--- RAW DATA Enclosed Below ---

import { afterAll, beforeAll, describe, expect, it } from 'vitest'
import { User } from '../../server/modules/users/user.entity.js'
import { makeTeam, makeUser, TEST_PASSWORD, uniqueEmail } from '../support/factories.js'
import { linkIn, waitForMail } from '../support/mailbox.js'
import { Client, createTestContext, type TestContext } from '../support/test-app.js'

let ctx: TestContext
let team: Awaited<ReturnType<typeof makeTeam>>
beforeAll(async () => {
  ctx = await createTestContext()
  team = await makeTeam(ctx.dataSource)
  await ctx.startMailWorker()
})
afterAll(() => ctx?.close())

async function signedIn(email: string, password = TEST_PASSWORD) {
  const client = new Client(ctx.app)
  expect((await client.signIn(email, password)).status).toBe(200)
  return client
}

/** Password rules after NIST SP 800-63B-4 §3.1.1.2 and OWASP ASVS 5.0 V6.2 (see ../shared/reference/security.md, test catalogue 1–8). */
describe('changing a password', () => {
  it('refuses 14 code points and accepts 15 (catalogue test 1)', async () => {
    const user = await makeUser(ctx.dataSource)
    const client = await signedIn(user.email)
    const short = await client.post('/api/auth/password', { currentPassword: TEST_PASSWORD, newPassword: 'fourteen chars' })
    expect(short.status).toBe(400)
    expect(short.body.errors[0]).toEqual({ path: 'newPassword', message: expect.stringMatching(/at least 15 characters \(this one has 14\)/) })
    const ok = await client.post('/api/auth/password', { currentPassword: TEST_PASSWORD, newPassword: 'fifteen chars!!' })
    expect(ok.status).toBe(204)
  })

  it('counts emoji as one character each: 15 emoji are 15 code points (catalogue test 3)', async () => {
    const user = await makeUser(ctx.dataSource)
    const client = await signedIn(user.email)
    const emoji = '🌿🌊🌙🍵📚🐢🌻🎻🧭🪴🍞🚲🌈🧶🐝'
    expect([...emoji]).toHaveLength(15)
    expect(emoji.length).toBe(30)
    expect((await client.post('/api/auth/password', { currentPassword: TEST_PASSWORD, newPassword: emoji })).status).toBe(204)
    await signedIn(user.email, emoji)
  })

  it('normalises before hashing: set with é as NFC, sign in typing NFD (catalogue test 4)', async () => {
    const user = await makeUser(ctx.dataSource)
    const client = await signedIn(user.email)
    const nfc = 'caf\u00e9 on the long road home'
    expect((await client.post('/api/auth/password', { currentPassword: TEST_PASSWORD, newPassword: nfc })).status).toBe(204)
    await signedIn(user.email, nfc.normalize('NFD'))
  })

  it('never truncates: a 100-character password without its last character is refused (catalogue test 5)', async () => {
    const user = await makeUser(ctx.dataSource)
    const client = await signedIn(user.email)
    const long = 'a long sentence about walking the dog by the river in the early morning light, every day, rain or sun!'
    expect([...long].length).toBeGreaterThanOrEqual(100)
    expect((await client.post('/api/auth/password', { currentPassword: TEST_PASSWORD, newPassword: long })).status).toBe(204)
    expect((await new Client(ctx.app).signIn(user.email, long.slice(0, -1))).status).toBe(401)
    expect((await new Client(ctx.app).signIn(user.email, long.slice(0, 72))).status).toBe(401)
    await signedIn(user.email, long)
  })

  it('refuses a common password, the product name and the user\'s own e-mail, but accepts a passphrase that merely contains a common word (catalogue test 7)', async () => {
    const user = await makeUser(ctx.dataSource, { email: 'margaret.oakhill@example.org' })
    const client = await signedIn(user.email)
    const attempts = {
      common: 'qwerty123456789', // in the zxcvbn-ts common list (breach corpora)
      repeated: 'abcabcabcabcabcabc',
      product: 'Heardwell2026!!!',
      email: 'margaret.oakhill1',
    }
    for (const [why, newPassword] of Object.entries(attempts)) {
      const res = await client.post('/api/auth/password', { currentPassword: TEST_PASSWORD, newPassword })
      expect(res.status, why).toBe(400)
      expect(res.body.detail, why).toMatch(/commonly used|built from|repeated or sequential/)
    }
    const passphrase = 'my password is the smell of rain on warm stones'
    expect((await client.post('/api/auth/password', { currentPassword: TEST_PASSWORD, newPassword: passphrase })).status).toBe(204)
  })

  it('accepts a 256-character password of spaces, CJK and emoji and refuses one over 1,024 (catalogue test 2)', async () => {
    const user = await makeUser(ctx.dataSource)
    const client = await signedIn(user.email)
    const mixed = '静かな川 🌙 quiet river '.repeat(20).slice(0, 256)
    expect((await client.post('/api/auth/password', { currentPassword: TEST_PASSWORD, newPassword: mixed })).status).toBe(204)
    const huge = 'x'.repeat(1025)
    const res = await client.post('/api/auth/password', { currentPassword: mixed, newPassword: huge })
    expect(res.status).toBe(400)
  })

  it('needs the right current password, stores an argon2id hash and tells the person by e-mail (catalogue tests 8, 13)', async () => {
    const user = await makeUser(ctx.dataSource, { email: uniqueEmail('changer') })
    const client = await signedIn(user.email)
    const other = await signedIn(user.email)
    const wrong = await client.post('/api/auth/password', { currentPassword: 'not my current one', newPassword: 'a brand new long passphrase' })
    expect(wrong.status).toBe(403)
    expect((await client.post('/api/auth/password', { currentPassword: TEST_PASSWORD, newPassword: 'a brand new long passphrase' })).status).toBe(204)
    const stored = await ctx.dataSource.getRepository(User).findOneByOrFail({ id: user.id })
    expect(stored.passwordHash).toMatch(/^\$argon2id\$v=19\$m=65536,t=3,p=4\$/)
    expect((await other.get('/api/auth/me')).status).toBe(401)
    expect((await client.get('/api/auth/me')).status).toBe(200)
    await waitForMail(user.email, /password was changed/)
  })
})

describe('password reset by e-mail', () => {
  it('answers the same for known and unknown e-mails, and the e-mailed link works once', async () => {
    const user = await makeUser(ctx.dataSource, { email: uniqueEmail('forgot') })
    const anon = new Client(ctx.app)
    await anon.refreshCsrf()
    const known = await anon.post('/api/auth/password-reset', { email: user.email })
    const unknown = await anon.post('/api/auth/password-reset', { email: uniqueEmail('ghost') })
    expect(known.status).toBe(202)
    expect(unknown.status).toBe(202)
    expect(known.body).toEqual(unknown.body)

    const mail = await waitForMail(user.email, /Reset your Heardwell password/)
    const token = linkIn(mail, '/reset-password')
    const [stored] = await ctx.dataSource.query(`SELECT token_hash FROM password_reset_tokens WHERE user_id = $1`, [user.id])
    expect(stored.token_hash).not.toContain(token)
    expect(Buffer.from(token, 'base64url').length).toBeGreaterThanOrEqual(16)

    const tooShort = await anon.post('/api/auth/password-reset/confirm', { token, password: 'short one' })
    expect(tooShort.status).toBe(400)
    const done = await anon.post('/api/auth/password-reset/confirm', { token, password: 'the lighthouse keeper sleeps late' })
    expect(done.status).toBe(204)
    const reused = await anon.post('/api/auth/password-reset/confirm', { token, password: 'another lighthouse keeper story' })
    expect(reused.status).toBe(410)
    expect(reused.body.detail).toMatch(/Ask for a new one/)
    await signedIn(user.email, 'the lighthouse keeper sleeps late')
  })

  it('refuses an expired link with a way to ask again', async () => {
    const user = await makeUser(ctx.dataSource, { email: uniqueEmail('late') })
    const anon = new Client(ctx.app)
    await anon.refreshCsrf()
    await anon.post('/api/auth/password-reset', { email: user.email })
    const token = linkIn(await waitForMail(user.email, /Reset/), '/reset-password')
    await ctx.dataSource.query(`UPDATE password_reset_tokens SET expires_at = now() - interval '1 minute' WHERE user_id = $1`, [user.id])
    const res = await anon.post('/api/auth/password-reset/confirm', { token, password: 'too late for this passphrase' })
    expect(res.status).toBe(410)
    expect(res.body.detail).toMatch(/expired/)
  })
})

describe('team invitations', () => {
  it('a new person accepts an e-mailed invitation, chooses a password and lands on the study with the invited role', async () => {
    const lead = await signedIn(team.users.lead.email)
    const email = uniqueEmail('newcoder')
    expect((await lead.post(`/api/studies/${team.study.id}/invitations`, { email, role: 'coder' })).status).toBe(201)
    const token = linkIn(await waitForMail(email, /invited to join/), '/invitations')
    const anon = new Client(ctx.app)
    await anon.refreshCsrf()
    const preview = await anon.get(`/api/invitations/${token}`)
    expect(preview.body).toMatchObject({ email, role: 'coder', accountExists: false, studyTitle: team.study.title })
    const weak = await anon.post(`/api/invitations/${token}/accept`, { name: 'Nadia Coder', password: '1qaz2wsx3edc4rfv' })
    expect(weak.status).toBe(400)
    const accepted = await anon.post(`/api/invitations/${token}/accept`, { name: 'Nadia Coder', password: 'reading transcripts by lamplight' })
    expect(accepted.status).toBe(200)
    expect(accepted.body.memberships).toEqual([expect.objectContaining({ studyId: team.study.id, role: 'coder' })])
    expect((await anon.agent.get('/api/auth/me')).status).toBe(200)
    const again = await new Client(ctx.app).get(`/api/invitations/${token}`)
    expect(again.status).toBe(410)
    expect(again.body.detail).toMatch(/already used/)
  })

  it('an existing account confirms with its password; a revoked invitation no longer works', async () => {
    const lead = await signedIn(team.users.lead.email)
    const existing = await makeUser(ctx.dataSource, { email: uniqueEmail('existing') })
    await lead.post(`/api/studies/${team.study.id}/invitations`, { email: existing.email, role: 'partner' })
    const token = linkIn(await waitForMail(existing.email, /invited/), '/invitations')
    const anon = new Client(ctx.app)
    await anon.refreshCsrf()
    expect((await anon.get(`/api/invitations/${token}`)).body.accountExists).toBe(true)
    expect((await anon.post(`/api/invitations/${token}/accept`, { password: 'wrong password entirely' })).status).toBe(403)
    expect((await anon.post(`/api/invitations/${token}/accept`, { password: TEST_PASSWORD })).status).toBe(200)

    const revokedEmail = uniqueEmail('revoked')
    const created = await lead.post(`/api/studies/${team.study.id}/invitations`, { email: revokedEmail, role: 'coder' })
    const revokedToken = linkIn(await waitForMail(revokedEmail, /invited/), '/invitations')
    expect((await lead.delete(`/api/studies/${team.study.id}/invitations/${created.body.id}`)).status).toBe(204)
    expect((await anon.get(`/api/invitations/${revokedToken}`)).status).toBe(410)
  })

  it('refuses an e-mail address with a quoted local part or a line break (ASVS 1.3.11)', async () => {
    const lead = await signedIn(team.users.lead.email)
    for (const email of ['"a@b.org x"@internal.test', 'someone@example.org\r\nBcc: spy@example.org']) {
      const res = await lead.post(`/api/studies/${team.study.id}/invitations`, { email, role: 'coder' })
      expect(res.status).toBe(400)
      expect(res.body.errors[0].path).toBe('email')
    }
  })
})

--- End of Enclosed RAW DATA ---

▸ **TASK GOAL**
State how many lines in the records above contain the word "waitForMail". Give nothing but the number.

▸ **WRITTEN REPLY**
7